2

I'm wondering what mathematical rule is applied when negating a polynomial expression. For example, in high school it is taught that $-(-6x^2 + 15x - 5) = 6x^2 -15x + 5$, but what rule(s) is applied here? Some say it's the distributive property (distributing the negation), but I'm not sure about that because negation is an operation, not a number.

It's easier for me to see that $-(-6) = 6$ (for example) because of the rule that the negation of a negative number is the corresponding positive number.

yroc
  • 1,075
  • you can use -X = (-1)*X to make that analogy with distribution precise. –  Mar 04 '13 at 16:08
  • 1
    @user58512, so you're saying that the distributive rule is used in combination with the rule -x = -1x? There is an official rule that -x = -1x? – yroc Mar 04 '13 at 16:17
  • if $-x$ is the unique number such that $x + -x = 0$ then $$x + (-1)\cdot x = 1\cdot x + (-1)\cdot x = (1 + (-1))\cdot x = 0\cdot x = 0$$ proves that $(-1)\cdot x = -x$. –  Mar 04 '13 at 16:22

6 Answers6

3

Negation is an operation, yes. Specifically, it is multiplication by $-1$. That's where distributivity comes into play.

To see why this is true, note that $$x+-x=0=0\cdot x=1\cdot x+(-1)\cdot x=x+(-1)\cdot x,$$ so $$-x=(-1)\cdot x.$$

Cameron Buie
  • 102,994
1

The distributive property is used to distribute the factor of $-1$ over all the terms: $$ \begin{align} -1\cdot(-6x^2+15x-5) &=-1(-6x^2)+-1(15x)+-1(-5)\\ &=6x^2-15x+5 \end{align} $$

robjohn
  • 345,667
1

It's the distributive property of multiplication over addition: $$-(-6x^2 + 15x - 5) = -1\cdot(6x^2 + 15x - 5) = -1\cdot 6x^2 + -1\cdot 15x - (-1)\cdot 5 = -6x^2 -15x + 5$$

amWhy
  • 209,954
1

$(6x^2-15x+5)+(-6x^2+15x-5)=0$, now add the negative of $-6x^2+15x-5$ to each side.

1

That $\rm\ {-}(-6x^2\! + 15x - 5)\, =\, 6x^2\! -15x + 5\ $ does not require the distributive law. Rather, it is true more generally in any abelian (commutative) group that $\rm\:-(a+b) = -a + -b,\:$ because $$\rm\:-a + -b + a + b\, =\, -a + a + -b + b\, =\, 0 + 0\, =\, 0$$

In the special case of a ring, one has that $\rm\: -x = (-1)x,\:$ so one can instead use distributivity $$\rm -(a+b)\, =\, (-1)(a+b)\, =\, (-1)a + (-1)b\, =\, -a + -b$$

which then yields the Law of Signs $\rm\,\ (-a)(-b) = ab\,\ $ and related properties.

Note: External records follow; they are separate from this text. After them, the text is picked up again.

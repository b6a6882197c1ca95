"""Optional parts of tricharge (pip "extras") and how to install a missing one.

Commands that need an extra check for it before any long work starts, so a user learns
about a missing picture library in a second, not after a solve. The install hint fits
how tricharge itself was installed: from a checkout (then pip must be pointed at that
folder; the package is not on a registry under our name) or from a registry.
"""

from __future__ import annotations

import importlib.util
import json

from .errors import MissingDependency

#: Extra -> the modules it provides (names as imported).
EXTRAS = {"viz": ("pyvista", "matplotlib"), "sweep": ("distributed",), "cad": ("gmsh",)}


def _installed_from() -> tuple[str | None, bool]:
    """(folder tricharge was installed from, editable?) from pip's ``direct_url.json``
    (PEP 610), or (None, False) when it came from a registry or cannot be told."""
    from importlib import metadata
    from urllib.parse import unquote, urlparse

    try:
        text = metadata.distribution("tricharge").read_text("direct_url.json")
    except metadata.PackageNotFoundError:
        return None, False
    if not text:
        return None, False
    try:
        record = json.loads(text)
    except ValueError:
        return None, False
    url = urlparse(record.get("url", ""))
    if url.scheme != "file":
        return None, False
    return unquote(url.path), bool(record.get("dir_info", {}).get("editable"))


def install_hint(extra: str) -> str:
    """The pip command that adds ``extra`` to this installation.

    >>> install_hint("viz").startswith("pip install")
    True
    """
    folder, editable = _installed_from()
    if folder is None:
        return f'pip install "tricharge[{extra}]"'
    return f'pip install {"-e " if editable else ""}"{folder}[{extra}]"'


def missing(extra: str) -> list[str]:
    """Modules of ``extra`` that cannot be imported here."""
    return [name for name in EXTRAS[extra] if importlib.util.find_spec(name) is None]


def require(extra: str, feature: str) -> None:
    """Raise :class:`MissingDependency` naming ``feature``, the missing modules and the
    install command when ``extra`` is not fully installed."""
    absent = missing(extra)
    if absent:
        raise MissingDependency(f"{feature} needs {' and '.join(absent)}, which {'is' if len(absent) == 1 else 'are'} "
                                f"not installed: {install_hint(extra)}")
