"""Zero-thickness conductors (sheets) and the media on their two faces.

A conductor surface that is not closed is a sheet: its panels carry the total charge of
both faces. A sheet inside one medium sees that medium on both faces (the conductor's
``medium``). A sheet that fills a hole in a dielectric interface (a board trace in the
board's top face, a foil between two layers) shares vertices with that interface along
its rim and lies in its plane; then its faces see the interface's two media: the one
the interface's normals point into on the side the sheet's normals point to the same
way, the other behind.
"""

from __future__ import annotations

from dataclasses import dataclass

import numpy as np

from .mesh import closed_pieces, triangle_measures

#: A sheet lies in an interface when the normals of the panels next to each other along
#: their shared rim agree to within about 8 degrees (cos 0.99; our choice: meshes of one
#: plane agree to rounding, a sheet that only touches an interface meets it at an angle).
COPLANAR = 0.99


@dataclass(frozen=True)
class SheetFaces:
    """Per panel: is it a sheet, and the relative permittivities on its front face (where
    its normal points) and behind; for closed conductor skins ``behind`` is NaN.
    ``notes``: one line per sheet piece saying what it touches."""

    sheet: np.ndarray
    front: np.ndarray
    behind: np.ndarray
    notes: tuple[str, ...]


def _conductor_sheets(model) -> np.ndarray:
    """(m,) True on conductor panels that lie on open pieces of their conductor's surface."""
    sheet = np.zeros(model.n_panels, dtype=bool)
    for k in range(len(model.conductors)):
        rows = np.flatnonzero(model.panel_conductor == k)
        if len(rows):
            piece, closed = closed_pieces(model.triangles[rows])
            sheet[rows[~closed[piece]]] = True
    return sheet


def _normals(model) -> np.ndarray:
    _, _, cross = triangle_measures(model.vertices, model.triangles)
    return cross / np.linalg.norm(cross, axis=1, keepdims=True)


def sheet_faces(model) -> SheetFaces:
    """The media on both faces of every conductor panel of ``model`` (see the module)."""
    from .mesh import connected_components

    eps_of_surface = np.array([model.permittivity(model.medium_of_surface(s)) for s in model.surfaces])
    front = eps_of_surface[model.surface_index].astype(float)
    behind = np.full(model.n_panels, np.nan)
    sheet = _conductor_sheets(model)
    behind[sheet] = front[sheet]
    notes = []
    rows = np.flatnonzero(sheet)
    if not len(rows):
        return SheetFaces(sheet, front, behind, ())
    normals = _normals(model)
    interface = model.panel_interface
    pieces = connected_components(model.triangles[rows])
    for p in range(int(pieces.max()) + 1):
        members = rows[pieces == p]
        name = model.conductors[model.panel_conductor[members[0]]].name
        found = _interface_around(model, members, normals, interface)
        if found is None:
            medium = model.medium_of_surface(model.surfaces[model.surface_index[members[0]]])
            notes.append(f"conductor '{name}': a sheet ({len(members)} panels) in {medium} on both faces")
            continue
        k, sign = found
        record = model.interfaces[k]
        ahead, back = (record.outside, record.inside) if sign > 0 else (record.inside, record.outside)
        front[members], behind[members] = model.permittivity(ahead), model.permittivity(back)
        notes.append(f"conductor '{name}': a sheet ({len(members)} panels) in interface '{record.name}', "
                     f"{ahead} in front of it, {back} behind")
    return SheetFaces(sheet, front, behind, tuple(notes))


def _interface_around(model, members, normals, interface):
    """(interface index, +1 or -1) when the sheet panels ``members`` fill a hole in one
    interface, lying in its plane (sign: whether the normals agree), else None."""
    rim = np.unique(model.triangles[members])
    touching = np.flatnonzero((interface >= 0) & np.isin(model.triangles, rim).any(axis=1))
    if not len(touching):
        return None
    k = int(np.bincount(interface[touching]).argmax())
    neighbours = touching[interface[touching] == k]
    agreement = float(np.mean(normals[neighbours] @ normals[members].mean(axis=0)))
    direction = np.linalg.norm(normals[members].mean(axis=0)) or 1.0
    cosine = agreement / direction
    if abs(cosine) < COPLANAR:
        return None
    return k, int(np.sign(cosine))
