"""Geometry checks and a per-part summary of a model.

:func:`orient_parts` makes normals consistent (outward on closed bodies) where that can be
done without guessing; :func:`survey` measures every conductor and interface and lists
errors (the model cannot be solved as it is) and warnings (it can, but look). Messages
name the model's source, the part and, where useful, a location in the user's unit.

Thresholds are engineering judgement (common practice, no source).
"""

from __future__ import annotations

from dataclasses import dataclass

import numpy as np

from .crossings import triangles_intersect
from .mesh import (aspect_ratios, closed_pieces, edge_use, orient_consistently, pairs_within, signed_volume,
                   triangle_measures, winding_numbers)
from .units import format_eng, metres_per

#: Aspect ratio (1 = equilateral) above which a triangle is reported as a needle.
NEEDLE_WARNING = 20.0
#: Above this the model is refused: such panels make the collocation system unreliable.
NEEDLE_ERROR = 1000.0
#: Model sizes (bounding-box diagonal, metres) outside this range suggest a wrong unit.
SIZE_RANGE = (1e-7, 100.0)
#: Surfaces closer than this fraction of the local panel size count as touching.
CONTACT_FRACTION = 1e-6


@dataclass(frozen=True)
class PartSummary:
    """One conductor or interface, measured. Lengths in metres, area in m^2."""

    kind: str
    name: str
    surfaces: tuple[str, ...]
    panels: int
    area: float
    bbox_min: tuple[float, float, float]
    bbox_max: tuple[float, float, float]
    smallest: float
    largest: float
    worst_aspect: float
    closed: bool
    detail: str


@dataclass(frozen=True)
class Survey:
    parts: tuple[PartSummary, ...]
    errors: tuple[str, ...]
    warnings: tuple[str, ...]


def _where(point, unit: str) -> str:
    scale = metres_per(unit)
    return "(" + ", ".join(f"{x / scale:.4g}" for x in point) + f") {unit}"


def _parts(model):
    """[(kind, record, triangle indices)] for every conductor and interface."""
    out = []
    for kind, records, labels in (("conductor", model.conductors, model.panel_conductor),
                                  ("interface", model.interfaces, model.panel_interface)):
        for k, record in enumerate(records):
            out.append((kind, record, np.flatnonzero(labels == k)))
    return out


def _nesting_depth(vertices, triangles, pieces, closed_ids) -> dict[int, int]:
    """For each closed piece, how many other closed pieces of the same part enclose it."""
    depth = {int(p): 0 for p in closed_ids}
    for p in depth:
        probe = vertices[triangles[pieces == p][0, 0]][None]
        for q in depth:
            if q != p and abs(winding_numbers(probe, vertices, triangles[pieces == q])[0]) > 0.5:
                depth[p] += 1
    return depth


def orient_parts(model) -> tuple[np.ndarray, list[str], list[str]]:
    """Consistent normals for every part, outward on closed pieces (into a cavity on the
    closed pieces that line one, i.e. that lie inside another piece of the same part).

    Returns the new triangles, notes of what was flipped, and errors for open
    interfaces whose normals disagree (their sides cannot be told apart).
    """
    triangles = model.triangles.copy()
    notes, errors = [], []
    for kind, record, idx in _parts(model):
        local = triangles[idx]
        _, _, same = edge_use(local)
        flipped = 0
        if same.any():
            pieces, closed = closed_pieces(local)
            open_mixed = kind == "interface" and not closed[pieces].all()
            if open_mixed:
                errors.append(f"{model.source}: interface '{record.name}' is an open surface whose normals disagree "
                              f"across {int(same.sum())} edges; orient it consistently so 'outside' is one side")
                continue
            local, flipped = orient_consistently(local)
        pieces, closed = closed_pieces(local)
        depth = _nesting_depth(model.vertices, local, pieces, np.flatnonzero(closed))
        for p, d in depth.items():
            members = pieces == p
            outward = signed_volume(model.vertices, local[members]) > 0
            if outward == bool(d % 2):  # outer skins point out, cavity skins (odd depth) point in
                local[members] = local[members][:, ::-1]
                flipped += int(members.sum())
        if flipped:
            notes.append(f"{kind} '{record.name}': turned {flipped} triangles so normals point outward")
        triangles[idx] = local
    return triangles, notes, errors


def _summaries(model, parts, aspects, sizes, areas) -> list[PartSummary]:
    out = []
    for kind, record, idx in parts:
        corners = model.vertices[model.triangles[idx]].reshape(-1, 3)
        _, closed = closed_pieces(model.triangles[idx])
        if kind == "conductor":
            detail = ("floating" if record.floating else
                      format_eng(record.voltage, "V", keep_zeros=False) if record.voltage is not None else "")
            media = {model.medium_of_surface(s) for s in record.surfaces}
            detail = ", ".join(x for x in (detail, "in " + " + ".join(sorted(media))) if x)
        else:
            detail = f"{record.inside} | {record.outside}"
        out.append(PartSummary(kind, record.name, tuple(record.surfaces), len(idx), float(areas[idx].sum()),
                               tuple(map(float, corners.min(axis=0))), tuple(map(float, corners.max(axis=0))),
                               float(sizes[idx].min()),
                               float(sizes[idx].max()), float(aspects[idx].max()), bool(closed.all()), detail))
    return out


def _check_needles(model, parts, aspects, errors, warnings):
    centroids = model.vertices[model.triangles].mean(axis=1)
    for kind, record, idx in parts:
        bad = idx[aspects[idx] > NEEDLE_WARNING]
        if not len(bad):
            continue
        worst = bad[np.argmax(aspects[bad])]
        text = (f"{model.source}: {kind} '{record.name}' has {len(bad)} needle triangles (aspect ratio over "
                f"{NEEDLE_WARNING:g}), worst {aspects[worst]:.3g} near {_where(centroids[worst], model.unit)}")
        if aspects[worst] > NEEDLE_ERROR:
            errors.append(text + f"; above {NEEDLE_ERROR:g} the solve is unreliable: remesh these faces")
        else:
            warnings.append(text + "; accuracy suffers there, consider remeshing")


def _check_topology(model, parts, errors, warnings):
    for kind, record, idx in parts:
        local = model.triangles[idx]
        edges, count, _ = edge_use(local)
        if (count > 2).any():
            where = model.vertices[edges[np.argmax(count)]].mean(axis=0)
            warnings.append(f"{model.source}: {kind} '{record.name}' has {int((count > 2).sum())} non-manifold edges "
                            f"(shared by more than two triangles) near {_where(where, model.unit)}; fine for joined "
                            "thin sheets, otherwise a meshing fault")
        key = np.sort(local, axis=1)
        _, first, counts = np.unique(key, axis=0, return_index=True, return_counts=True)
        if (counts > 1).any():
            where = model.vertices[local[first[np.argmax(counts)]]].mean(axis=0)
            errors.append(f"{model.source}: {kind} '{record.name}' has {int((counts > 1).sum())} duplicated triangles "
                          f"near {_where(where, model.unit)}; remove the copies")


def _owner_of_panels(model) -> tuple[np.ndarray, list[str]]:
    """(m,) part index of every triangle and the parts' display names."""
    owner = np.empty(model.n_panels, dtype=np.int64)
    names = []
    for k, (kind, record, idx) in enumerate(_parts(model)):
        owner[idx] = k
        names.append(f"{kind} '{record.name}'")
    return owner, names


def _check_contacts(model, sizes, errors):
    """Different parts that share vertices (conductors only), cross, or nearly coincide."""
    owner, names = _owner_of_panels(model)
    is_conductor = model.panel_conductor >= 0
    vertex_owner = np.full(len(model.vertices), -1)
    reported = set()
    for part in np.unique(owner[is_conductor]):
        verts = np.unique(model.triangles[owner == part])
        shared = vertex_owner[verts]
        for other in np.unique(shared[shared >= 0]):
            where = model.vertices[verts[shared == other][0]]
            errors.append(f"{model.source}: {names[other]} and {names[part]} touch (shared vertices) near "
                          f"{_where(where, model.unit)}; separate them or make them one conductor")
            reported.add((other, part))
        vertex_owner[verts] = part
    centroids = model.vertices[model.triangles].mean(axis=1)
    i, j, distance = pairs_within(centroids, centroids, 2.0 * sizes)  # touching needs distance < s_i + s_j
    keep = (owner[i] < owner[j]) & (distance < sizes[i] + sizes[j])
    i, j = i[keep], j[keep]
    shares_vertex = (model.triangles[i][:, :, None] == model.triangles[j][:, None, :]).any(axis=(1, 2))
    i, j = i[~shares_vertex], j[~shares_vertex]
    hit = triangles_intersect(model.vertices[model.triangles[i]], model.vertices[model.triangles[j]])
    close = np.linalg.norm(centroids[i] - centroids[j], axis=1) < CONTACT_FRACTION * np.minimum(sizes[i], sizes[j])
    for a, b in zip(i[hit | close], j[hit | close]):
        key = tuple(sorted((owner[a], owner[b])))
        if key in reported:
            continue
        reported.add(key)
        first, second = names[key[0]], names[key[1]]
        if "conductor" in first and "conductor" in second:
            fix = "move them apart or merge them into one conductor"
        elif "conductor" in first or "conductor" in second:
            fix = "mesh them so they meet along shared vertices (split the conductor along the interface)"
        else:
            fix = "interfaces may only meet along shared vertices"
        errors.append(f"{model.source}: {first} and {second} cross or touch near "
                      f"{_where(centroids[a], model.unit)}; {fix}")


def _check_nesting(model, parts, errors):
    """A conductor inside another conductor's closed surface."""
    conductors = [(record, idx) for kind, record, idx in parts if kind == "conductor"]
    boxes = [(model.vertices[model.triangles[idx]].reshape(-1, 3).min(axis=0),
              model.vertices[model.triangles[idx]].reshape(-1, 3).max(axis=0)) for _, idx in conductors]
    for a, (rec_a, idx_a) in enumerate(conductors):
        probe = model.vertices[model.triangles[idx_a[0], 0]]
        for b, (rec_b, idx_b) in enumerate(conductors):
            lo, hi = boxes[b]
            if a == b or not (np.all(probe > lo) and np.all(probe < hi)):
                continue
            if abs(winding_numbers(probe[None], model.vertices, model.triangles[idx_b])[0]) > 0.5:
                errors.append(f"{model.source}: conductor '{rec_a.name}' lies inside conductor '{rec_b.name}'; "
                              "a conductor inside another is shielded from everything: remove it or fix the mesh")


def _check_ground_and_size(model, errors):
    used = model.vertices[np.unique(model.triangles)]
    diagonal = float(np.linalg.norm(np.ptp(used, axis=0)))
    lo, hi = SIZE_RANGE
    if diagonal > hi or diagonal < lo:
        scale = metres_per(model.unit)
        guess = "mm" if diagonal > hi else "m"
        in_unit = f" ({diagonal / scale:.3g} {model.unit})" if model.unit != "m" else ""
        errors.append(f"{model.source}: the model is {diagonal:.3g} m across in unit '{model.unit}'{in_unit}; "
                      f"that looks like a wrong unit: is it '{guess}'?")
    if model.ground_z is not None:
        _check_ground(model, diagonal, errors)


def _check_ground(model, diagonal: float, errors) -> None:
    """Conductors strictly above the plane; interfaces may reach down to it (a substrate
    resting on the plane, its bottom face left out) but not below, and no panel may lie in it."""
    z0, scale, tol = model.ground_z, metres_per(model.unit), 1e-9 * diagonal
    conductor_vertices = model.vertices[np.unique(model.triangles[model.panel_conductor >= 0])]
    interface_vertices = model.vertices[np.unique(model.triangles[model.panel_conductor < 0])]
    for kind, points, limit in (("conductor", conductor_vertices, z0 + tol), ("interface", interface_vertices, z0 - tol)):
        bad = points[:, 2] <= limit
        if bad.any():
            lowest = points[np.argmin(points[:, 2])]
            where = "on or below" if kind == "conductor" else "below"
            errors.append(f"{model.source}: {int(bad.sum())} {kind} vertices lie {where} the ground plane "
                          f"z = {z0 / scale:g} {model.unit} (lowest near {_where(lowest, model.unit)}); raise the "
                          "geometry or lower the plane")
    flat = np.all(np.abs(model.vertices[model.triangles][:, :, 2] - z0) <= tol, axis=1)
    if flat.any():
        errors.append(f"{model.source}: {int(flat.sum())} panels lie in the ground plane z = {z0 / scale:g} "
                      f"{model.unit}; leave them out (the plane itself is the boundary there)")


def survey(model) -> Survey:
    """Measure every part of ``model`` and list errors and warnings."""
    parts = _parts(model)
    _, sizes, cross = triangle_measures(model.vertices, model.triangles)
    areas = 0.5 * np.linalg.norm(cross, axis=1)
    aspects = aspect_ratios(model.vertices, model.triangles)
    errors, warnings = [], []
    _check_ground_and_size(model, errors)
    _check_needles(model, parts, aspects, errors, warnings)
    _check_topology(model, parts, errors, warnings)
    _check_contacts(model, sizes, errors)
    _check_nesting(model, parts, errors)
    return Survey(tuple(_summaries(model, parts, aspects, sizes, areas)), tuple(errors), tuple(warnings))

But, conceptually, your inference is purely a property of groups, true also in nonabelian groups

$$\rm (abc)^{-1} =\, c^{-1}b^{-1}a^{-1}$$

Math Gems
  • 19,574
  • so you're saying that $(-a+-b)+(a+b)=0$ (due to commuitative property) shows that $(-a+-b)$ is the negation of $(a+b)$. Thus, $(-a+-b)$ = $-(a+b)$. That makes sense to me -- I just want to be sure I'm not oversimplifying what you're saying... – yroc Mar 05 '13 at 20:02
  • @yroc Yes, that's right. The proof requires only the additive structure of the ring. – Math Gems Mar 05 '13 at 20:11
  • That's really neat. Thanks! – yroc Mar 05 '13 at 21:08
0

Suppose we know the rule that $(-a) = (-1) a$ and we know the distributive property for multiplication over addition. Then,

$$-(a+b) = (-1) (a+b) = (-1)a + (-1) b = (-a) + (-b)$$

so we've discovered a new rule: negation distributes over addition. In some form it distributes over subtraction too:

$$-(a-b) = (-1) (a-b) = (-1) - (-1) b = (-a) - (-b) = (-a) + b$$

or across many terms

$$-(a+b-c+d-e) = (-1) (a+b-c+d-e) = \cdots = -a - b + c -d + e $$

Distribution of negation fits into the same spatial reasoning that distribution of multiplication does; visually, one "sees" the same thing happening in both cases. For the vast majority of purposes, it is not useful to distinguish between the two.